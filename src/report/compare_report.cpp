#include "report/compare_report.h"

#include <functional>
#include <nlohmann/json.hpp>
#include <set>
#include <vector>

#include "base/printf.h"
#include "budget/budget.h"
#include "io/units.h"
#include "report/budget_tables.h"
#include "report/csv_report.h"
#include "report/enum_words.h"
#include "report/table.h"
#include "report/text_escape.h"
#include "report/unit_symbols.h"

namespace hushgain {
namespace {

constexpr const char* kDegree = "\xC2\xB0";  // "°"
constexpr const char* kNone = "-";

using Row = OpAmpComparisonRow;

// One column: its header and cell in each style; an empty header leaves the
// column out of that style.
struct CompareColumn {
  std::string display_header;
  std::string csv_header;
  std::function<std::string(const Row&)> display;
  std::function<std::string(const Row&)> csv;
  Table::Align align = Table::Align::kRight;
};

enum class Cells { kDisplay, kCsv };

Table Build(const std::vector<CompareColumn>& columns,
            const std::vector<Row>& rows, Cells cells) {
  const bool display = cells == Cells::kDisplay;
  Table t;
  std::vector<const CompareColumn*> shown;
  for (const CompareColumn& c : columns) {
    const std::string& header = display ? c.display_header : c.csv_header;
    if (header.empty()) continue;
    shown.push_back(&c);
    t.header.push_back(header);
    t.align.push_back(c.align);
  }
  for (const Row& r : rows) {
    std::vector<std::string> cells_of_row;
    for (const CompareColumn* c : shown)
      cells_of_row.push_back(display ? c->display(r) : c->csv(r));
    t.AddRow(std::move(cells_of_row));
  }
  return t;
}

// A figure of a budgeted row, "-" (display) or "" (CSV) for a refused one.
std::function<std::string(const Row&)> Shown(
    std::function<std::string(const Row&)> cell, const char* refused) {
  return [cell, refused](const Row& r) {
    return r.status.ok ? cell(r) : std::string(refused);
  };
}
std::function<std::string(const Row&)> Display(
    std::function<std::string(const Row&)> cell) {
  return Shown(std::move(cell), kNone);
}
std::function<std::string(const Row&)> Csv(
    std::function<double(const Row&)> v) {
  return Shown([v](const Row& r) { return CsvNumber(v(r)); }, "");
}

std::string DominantText(const Row& r) {
  if (r.budget.contributors.empty()) return kNone;
  const Contributor& c = r.budget.contributors.front();
  return c.name + " " + FormatShare(c.share);
}

std::string PhaseMarginText(const Budget& b) {
  if (!b.loop.crossover_found) return "no crossover";
  return Printf("%.1f", b.loop.phase_margin_deg) + kDegree;
}

std::string BandwidthCell(const Budget& b) {
  return b.bandwidth_3db_hz > 0 ? FormatEng(b.bandwidth_3db_hz, "Hz")
                                : std::string("not found");
}

// The columns of the ranking table (display) and of the CSV record.
std::vector<CompareColumn> RankingColumns(const OpAmpComparison& c) {
  const std::string unit = c.input_unit;
  const std::string f_ref = FormatEng(c.reference_hz, "Hz");
  std::vector<CompareColumn> cols;
  cols.push_back({"rank", "rank",
                  [](const Row& r) {
                    return r.rank > 0 ? std::to_string(r.rank)
                                      : std::string(kNone);
                  },
                  [](const Row& r) {
                    return r.rank > 0 ? std::to_string(r.rank) : std::string();
                  }});
  cols.push_back({"device", "device", [](const Row& r) { return r.device; },
                  [](const Row& r) { return r.device; }, Table::Align::kLeft});
  cols.push_back({"class", "class", [](const Row& r) { return r.class_name; },
                  [](const Row& r) { return r.class_name; },
                  Table::Align::kLeft});
  cols.push_back({"input noise rms", "input_referred_rms_" + unit,
                  Display([unit](const Row& r) {
                    return FormatEng(r.budget.input_rms, unit);
                  }),
                  Csv([](const Row& r) { return r.budget.input_rms; })});
  cols.push_back(
      {"at " + f_ref, "input_referred_density_" + unit + "_per_rtHz",
       Display([unit](const Row& r) {
         return FormatEng(r.budget.input_density_ref_per_rthz, unit + kPerRtHz);
       }),
       Csv([](const Row& r) { return r.budget.input_density_ref_per_rthz; })});
  cols.push_back({"", "output_rms_V", nullptr,
                  Csv([](const Row& r) { return r.budget.output_rms_v; })});
  cols.push_back({"dominant", "dominant", Display(DominantText),
                  Shown(
                      [](const Row& r) {
                        return r.budget.contributors.empty()
                                   ? std::string()
                                   : r.budget.contributors.front().name;
                      },
                      ""),
                  Table::Align::kLeft});
  cols.push_back({"", "dominant_share", nullptr, Csv([](const Row& r) {
                    return r.budget.contributors.empty()
                               ? 0.0
                               : r.budget.contributors.front().share;
                  })});
  cols.push_back(
      {"offset (worst)", "offset_worst_case_V", Display([](const Row& r) {
         return FormatEng(r.budget.offset.worst_case_v, "V");
       }),
       Csv([](const Row& r) { return r.budget.offset.worst_case_v; })});
  cols.push_back({"phase margin", "phase_margin_deg", Display([](const Row& r) {
                    return PhaseMarginText(r.budget);
                  }),
                  Shown(
                      [](const Row& r) {
                        return r.budget.loop.crossover_found
                                   ? CsvNumber(r.budget.loop.phase_margin_deg)
                                   : std::string();
                      },
                      "")});
  cols.push_back({"-3 dB", "bandwidth_3db_Hz",
                  Display([](const Row& r) { return BandwidthCell(r.budget); }),
                  Csv([](const Row& r) { return r.budget.bandwidth_3db_hz; })});
  cols.push_back(
      {"verdict", "verdict", [](const Row& r) { return OpAmpVerdict(r); },
       [](const Row& r) { return OpAmpVerdict(r); }, Table::Align::kLeft});
  return cols;
}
#####
Required work: Using the data above, return every line that contains the string "PhaseMarginText".

Solution for this task:
std::string PhaseMarginText(const Budget& b) {
                    return PhaseMarginText(r.budget);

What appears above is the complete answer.